(Supplied records Opens)

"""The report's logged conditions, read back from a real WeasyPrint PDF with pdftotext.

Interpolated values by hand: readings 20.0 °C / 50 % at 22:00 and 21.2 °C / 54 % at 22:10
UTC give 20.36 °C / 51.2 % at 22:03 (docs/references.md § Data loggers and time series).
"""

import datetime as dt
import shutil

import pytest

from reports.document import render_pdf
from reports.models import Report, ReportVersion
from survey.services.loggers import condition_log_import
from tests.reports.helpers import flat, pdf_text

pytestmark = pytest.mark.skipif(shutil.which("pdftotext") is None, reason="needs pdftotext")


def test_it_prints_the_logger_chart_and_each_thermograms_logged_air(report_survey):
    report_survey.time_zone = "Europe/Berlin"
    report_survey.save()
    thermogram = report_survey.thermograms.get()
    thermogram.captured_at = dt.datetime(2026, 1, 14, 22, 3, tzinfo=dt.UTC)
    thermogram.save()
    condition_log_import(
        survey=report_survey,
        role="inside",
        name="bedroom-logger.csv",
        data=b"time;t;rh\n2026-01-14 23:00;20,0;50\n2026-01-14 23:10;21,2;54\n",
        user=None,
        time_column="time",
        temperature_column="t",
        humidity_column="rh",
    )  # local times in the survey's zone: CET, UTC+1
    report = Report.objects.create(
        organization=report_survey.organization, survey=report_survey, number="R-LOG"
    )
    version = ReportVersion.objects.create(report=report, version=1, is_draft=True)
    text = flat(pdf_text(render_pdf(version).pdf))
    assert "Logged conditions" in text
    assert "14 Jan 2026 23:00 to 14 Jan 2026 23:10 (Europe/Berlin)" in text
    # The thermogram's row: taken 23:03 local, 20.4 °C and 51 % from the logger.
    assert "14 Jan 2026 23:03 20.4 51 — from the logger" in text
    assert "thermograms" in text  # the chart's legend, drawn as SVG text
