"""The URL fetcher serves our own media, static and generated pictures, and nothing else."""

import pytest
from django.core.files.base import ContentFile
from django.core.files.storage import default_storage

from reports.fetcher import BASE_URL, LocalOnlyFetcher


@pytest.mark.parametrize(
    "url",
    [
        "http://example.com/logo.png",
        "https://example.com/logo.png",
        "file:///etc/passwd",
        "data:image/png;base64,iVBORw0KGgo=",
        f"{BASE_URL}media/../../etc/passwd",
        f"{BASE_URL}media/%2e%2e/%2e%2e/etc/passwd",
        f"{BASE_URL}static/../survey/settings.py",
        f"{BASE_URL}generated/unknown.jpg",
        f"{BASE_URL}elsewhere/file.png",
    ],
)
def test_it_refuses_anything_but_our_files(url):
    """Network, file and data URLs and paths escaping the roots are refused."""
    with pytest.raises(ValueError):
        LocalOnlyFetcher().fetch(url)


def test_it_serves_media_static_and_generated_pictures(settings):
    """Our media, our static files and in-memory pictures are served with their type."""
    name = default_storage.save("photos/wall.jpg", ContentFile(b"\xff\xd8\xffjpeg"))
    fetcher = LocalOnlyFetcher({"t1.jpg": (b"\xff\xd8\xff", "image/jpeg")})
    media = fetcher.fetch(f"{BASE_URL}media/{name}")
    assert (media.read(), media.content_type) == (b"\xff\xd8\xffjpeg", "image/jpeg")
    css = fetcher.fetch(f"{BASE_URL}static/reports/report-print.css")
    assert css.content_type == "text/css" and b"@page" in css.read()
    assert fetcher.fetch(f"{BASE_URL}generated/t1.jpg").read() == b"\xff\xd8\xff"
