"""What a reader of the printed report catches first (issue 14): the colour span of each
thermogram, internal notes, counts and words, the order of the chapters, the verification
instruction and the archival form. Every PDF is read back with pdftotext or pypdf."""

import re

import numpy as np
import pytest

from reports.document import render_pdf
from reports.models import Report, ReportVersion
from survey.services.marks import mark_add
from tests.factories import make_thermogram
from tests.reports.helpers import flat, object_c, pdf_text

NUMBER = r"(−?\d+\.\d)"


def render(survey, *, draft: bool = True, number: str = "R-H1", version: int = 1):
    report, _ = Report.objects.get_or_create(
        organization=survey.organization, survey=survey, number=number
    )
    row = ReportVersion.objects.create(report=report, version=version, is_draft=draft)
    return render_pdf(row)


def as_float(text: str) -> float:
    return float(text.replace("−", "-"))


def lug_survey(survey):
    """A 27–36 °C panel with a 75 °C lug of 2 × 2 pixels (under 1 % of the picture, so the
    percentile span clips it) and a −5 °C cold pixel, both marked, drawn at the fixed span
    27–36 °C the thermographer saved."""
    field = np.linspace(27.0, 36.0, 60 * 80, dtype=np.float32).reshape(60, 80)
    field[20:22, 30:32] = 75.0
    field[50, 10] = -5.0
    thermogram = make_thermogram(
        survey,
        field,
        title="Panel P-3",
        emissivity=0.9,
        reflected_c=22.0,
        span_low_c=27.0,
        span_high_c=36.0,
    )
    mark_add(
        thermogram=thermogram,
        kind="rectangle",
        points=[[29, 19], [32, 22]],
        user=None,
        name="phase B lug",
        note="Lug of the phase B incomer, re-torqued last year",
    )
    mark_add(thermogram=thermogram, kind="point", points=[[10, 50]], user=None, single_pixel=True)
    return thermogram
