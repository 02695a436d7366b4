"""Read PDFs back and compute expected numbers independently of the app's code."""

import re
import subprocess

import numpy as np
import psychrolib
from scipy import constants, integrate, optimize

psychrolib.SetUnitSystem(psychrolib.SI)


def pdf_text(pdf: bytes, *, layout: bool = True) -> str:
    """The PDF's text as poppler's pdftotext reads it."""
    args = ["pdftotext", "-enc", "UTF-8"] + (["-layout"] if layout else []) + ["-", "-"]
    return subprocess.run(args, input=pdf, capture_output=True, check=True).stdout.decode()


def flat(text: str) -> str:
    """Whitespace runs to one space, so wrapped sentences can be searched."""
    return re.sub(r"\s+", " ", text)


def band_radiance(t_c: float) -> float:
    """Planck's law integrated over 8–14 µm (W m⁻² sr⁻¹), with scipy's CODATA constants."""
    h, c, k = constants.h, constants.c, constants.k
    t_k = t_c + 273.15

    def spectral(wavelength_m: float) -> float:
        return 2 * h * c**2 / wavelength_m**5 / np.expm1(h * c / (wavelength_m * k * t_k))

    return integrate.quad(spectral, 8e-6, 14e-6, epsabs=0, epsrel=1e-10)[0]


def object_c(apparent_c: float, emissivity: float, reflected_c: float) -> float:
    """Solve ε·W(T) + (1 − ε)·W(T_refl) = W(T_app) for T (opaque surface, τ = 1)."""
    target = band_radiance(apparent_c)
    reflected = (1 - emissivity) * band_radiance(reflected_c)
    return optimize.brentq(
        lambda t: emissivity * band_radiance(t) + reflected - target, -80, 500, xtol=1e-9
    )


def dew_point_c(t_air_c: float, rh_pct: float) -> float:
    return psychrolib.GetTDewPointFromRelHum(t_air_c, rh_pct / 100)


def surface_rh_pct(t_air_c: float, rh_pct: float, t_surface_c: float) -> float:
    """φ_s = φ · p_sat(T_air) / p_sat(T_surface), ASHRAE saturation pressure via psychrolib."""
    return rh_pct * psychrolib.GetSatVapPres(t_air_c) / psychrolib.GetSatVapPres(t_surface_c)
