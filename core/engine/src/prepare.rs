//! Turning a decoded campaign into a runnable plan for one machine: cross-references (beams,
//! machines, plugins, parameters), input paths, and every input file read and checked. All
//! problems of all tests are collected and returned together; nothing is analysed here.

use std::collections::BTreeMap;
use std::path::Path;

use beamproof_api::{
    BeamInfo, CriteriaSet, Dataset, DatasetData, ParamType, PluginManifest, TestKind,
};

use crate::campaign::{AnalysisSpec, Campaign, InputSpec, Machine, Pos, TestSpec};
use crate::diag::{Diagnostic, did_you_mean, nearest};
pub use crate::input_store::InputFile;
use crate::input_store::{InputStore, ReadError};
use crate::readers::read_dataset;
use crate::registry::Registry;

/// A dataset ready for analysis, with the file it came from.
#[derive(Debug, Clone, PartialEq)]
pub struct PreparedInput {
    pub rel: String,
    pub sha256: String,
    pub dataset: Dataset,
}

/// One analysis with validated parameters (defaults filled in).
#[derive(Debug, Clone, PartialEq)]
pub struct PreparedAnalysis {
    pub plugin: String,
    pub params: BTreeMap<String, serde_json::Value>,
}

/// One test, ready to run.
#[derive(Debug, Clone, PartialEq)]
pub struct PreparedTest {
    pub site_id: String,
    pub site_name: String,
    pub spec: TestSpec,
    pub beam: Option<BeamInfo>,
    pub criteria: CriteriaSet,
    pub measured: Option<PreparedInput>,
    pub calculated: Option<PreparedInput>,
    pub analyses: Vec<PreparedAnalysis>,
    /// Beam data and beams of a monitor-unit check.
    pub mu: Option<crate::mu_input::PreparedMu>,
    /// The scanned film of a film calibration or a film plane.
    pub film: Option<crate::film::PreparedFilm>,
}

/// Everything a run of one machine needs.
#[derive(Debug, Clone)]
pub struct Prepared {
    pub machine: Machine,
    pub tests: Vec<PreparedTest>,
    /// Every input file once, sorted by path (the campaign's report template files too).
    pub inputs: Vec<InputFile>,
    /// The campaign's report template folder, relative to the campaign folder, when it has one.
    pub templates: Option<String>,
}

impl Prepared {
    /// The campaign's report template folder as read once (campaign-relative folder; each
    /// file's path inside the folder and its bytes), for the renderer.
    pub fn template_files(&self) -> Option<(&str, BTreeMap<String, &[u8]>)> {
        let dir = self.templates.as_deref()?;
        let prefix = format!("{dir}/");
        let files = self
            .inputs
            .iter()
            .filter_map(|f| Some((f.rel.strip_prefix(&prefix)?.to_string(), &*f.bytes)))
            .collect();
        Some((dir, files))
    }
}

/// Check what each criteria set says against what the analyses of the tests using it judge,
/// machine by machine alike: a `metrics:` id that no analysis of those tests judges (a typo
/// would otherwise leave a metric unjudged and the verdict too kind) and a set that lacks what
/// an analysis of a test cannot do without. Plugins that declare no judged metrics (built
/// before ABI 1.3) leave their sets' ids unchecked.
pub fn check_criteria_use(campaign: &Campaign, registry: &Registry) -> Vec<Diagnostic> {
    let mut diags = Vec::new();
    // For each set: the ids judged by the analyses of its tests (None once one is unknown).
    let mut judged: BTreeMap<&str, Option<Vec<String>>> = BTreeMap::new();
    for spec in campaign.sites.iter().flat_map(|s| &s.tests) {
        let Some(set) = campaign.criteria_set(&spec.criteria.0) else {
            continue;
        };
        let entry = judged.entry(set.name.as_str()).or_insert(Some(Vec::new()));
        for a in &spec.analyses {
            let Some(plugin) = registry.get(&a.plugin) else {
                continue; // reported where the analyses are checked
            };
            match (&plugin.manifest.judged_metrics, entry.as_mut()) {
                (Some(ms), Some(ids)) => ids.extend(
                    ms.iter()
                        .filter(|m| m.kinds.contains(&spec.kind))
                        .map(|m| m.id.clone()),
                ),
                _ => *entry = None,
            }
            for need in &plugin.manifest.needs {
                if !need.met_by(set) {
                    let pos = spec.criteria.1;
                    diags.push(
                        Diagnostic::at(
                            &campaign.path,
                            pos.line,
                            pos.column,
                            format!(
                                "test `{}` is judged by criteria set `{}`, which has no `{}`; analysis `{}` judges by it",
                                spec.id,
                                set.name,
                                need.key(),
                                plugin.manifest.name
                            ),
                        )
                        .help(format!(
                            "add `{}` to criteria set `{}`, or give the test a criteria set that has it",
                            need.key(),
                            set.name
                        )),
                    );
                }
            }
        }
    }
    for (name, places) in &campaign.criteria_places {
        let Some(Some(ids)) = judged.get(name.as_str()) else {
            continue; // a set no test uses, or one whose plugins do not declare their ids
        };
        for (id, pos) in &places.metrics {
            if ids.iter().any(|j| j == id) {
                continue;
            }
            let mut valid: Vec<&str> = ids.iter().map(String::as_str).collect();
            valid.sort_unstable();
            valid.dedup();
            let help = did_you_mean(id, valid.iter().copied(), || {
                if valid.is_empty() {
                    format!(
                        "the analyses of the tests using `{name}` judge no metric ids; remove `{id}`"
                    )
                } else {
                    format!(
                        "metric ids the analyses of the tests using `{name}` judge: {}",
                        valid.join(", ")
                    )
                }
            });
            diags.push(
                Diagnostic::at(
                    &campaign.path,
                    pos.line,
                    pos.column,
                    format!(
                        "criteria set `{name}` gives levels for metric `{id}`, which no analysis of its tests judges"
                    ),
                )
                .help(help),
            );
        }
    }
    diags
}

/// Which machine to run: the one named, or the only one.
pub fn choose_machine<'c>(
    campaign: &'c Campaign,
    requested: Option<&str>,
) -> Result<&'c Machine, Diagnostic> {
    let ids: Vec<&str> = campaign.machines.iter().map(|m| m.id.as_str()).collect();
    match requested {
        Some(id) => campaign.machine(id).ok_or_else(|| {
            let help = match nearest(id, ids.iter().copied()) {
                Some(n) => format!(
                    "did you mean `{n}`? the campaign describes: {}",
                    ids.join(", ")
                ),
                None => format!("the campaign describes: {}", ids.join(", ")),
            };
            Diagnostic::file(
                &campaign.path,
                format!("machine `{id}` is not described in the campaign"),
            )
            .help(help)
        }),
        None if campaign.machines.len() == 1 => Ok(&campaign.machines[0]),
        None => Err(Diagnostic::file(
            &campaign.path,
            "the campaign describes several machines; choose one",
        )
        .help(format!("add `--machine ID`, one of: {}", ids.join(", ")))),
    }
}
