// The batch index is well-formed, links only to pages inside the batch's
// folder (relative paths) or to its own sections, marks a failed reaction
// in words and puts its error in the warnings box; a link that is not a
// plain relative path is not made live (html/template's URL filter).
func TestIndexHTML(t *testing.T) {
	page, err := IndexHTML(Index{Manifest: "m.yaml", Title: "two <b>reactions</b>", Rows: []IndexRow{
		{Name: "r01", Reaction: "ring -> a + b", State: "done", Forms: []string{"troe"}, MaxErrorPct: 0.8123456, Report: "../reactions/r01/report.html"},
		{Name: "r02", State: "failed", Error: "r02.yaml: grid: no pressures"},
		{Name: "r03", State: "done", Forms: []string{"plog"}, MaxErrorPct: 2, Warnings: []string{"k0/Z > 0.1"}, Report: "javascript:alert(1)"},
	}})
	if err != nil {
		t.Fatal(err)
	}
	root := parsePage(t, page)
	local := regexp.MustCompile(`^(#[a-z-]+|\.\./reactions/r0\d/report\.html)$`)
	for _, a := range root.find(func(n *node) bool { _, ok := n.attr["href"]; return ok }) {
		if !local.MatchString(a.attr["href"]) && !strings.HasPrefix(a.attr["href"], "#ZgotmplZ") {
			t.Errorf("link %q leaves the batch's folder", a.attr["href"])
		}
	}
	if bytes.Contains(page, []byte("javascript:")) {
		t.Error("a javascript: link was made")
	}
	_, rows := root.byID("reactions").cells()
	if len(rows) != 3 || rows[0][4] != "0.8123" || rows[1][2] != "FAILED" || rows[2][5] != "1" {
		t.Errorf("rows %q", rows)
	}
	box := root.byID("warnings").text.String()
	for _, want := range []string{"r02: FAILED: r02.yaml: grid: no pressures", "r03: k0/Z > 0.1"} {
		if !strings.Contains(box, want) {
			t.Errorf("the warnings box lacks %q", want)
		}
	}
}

(Supplied records Closes)

> **About this task**
Please reproduce, exactly as they appear above, the lines from the line containing "27–36 °C the" up to and including the line containing "repository 02695a436d7366b4".

> **Output of the task**
    27–36 °C the thermographer saved."""
    field = np.linspace(27.0, 36.0, 60 * 80, dtype=np.float32).reshape(60, 80)
    field[20:22, 30:32] = 75.0
    field[50, 10] = -5.0
    thermogram = make_thermogram(
        survey,
        field,
        title="Panel P-3",
        emissivity=0.9,
        reflected_c=22.0,
        span_low_c=27.0,
        span_high_c=36.0,
    )
    mark_add(
        thermogram=thermogram,
        kind="rectangle",
        points=[[29, 19], [32, 22]],
        user=None,
        name="phase B lug",
        note="Lug of the phase B incomer, re-torqued last year",
    )
    mark_add(thermogram=thermogram, kind="point", points=[[10, 50]], user=None, single_pixel=True)
    return thermogram
repository 02695a436d7366b4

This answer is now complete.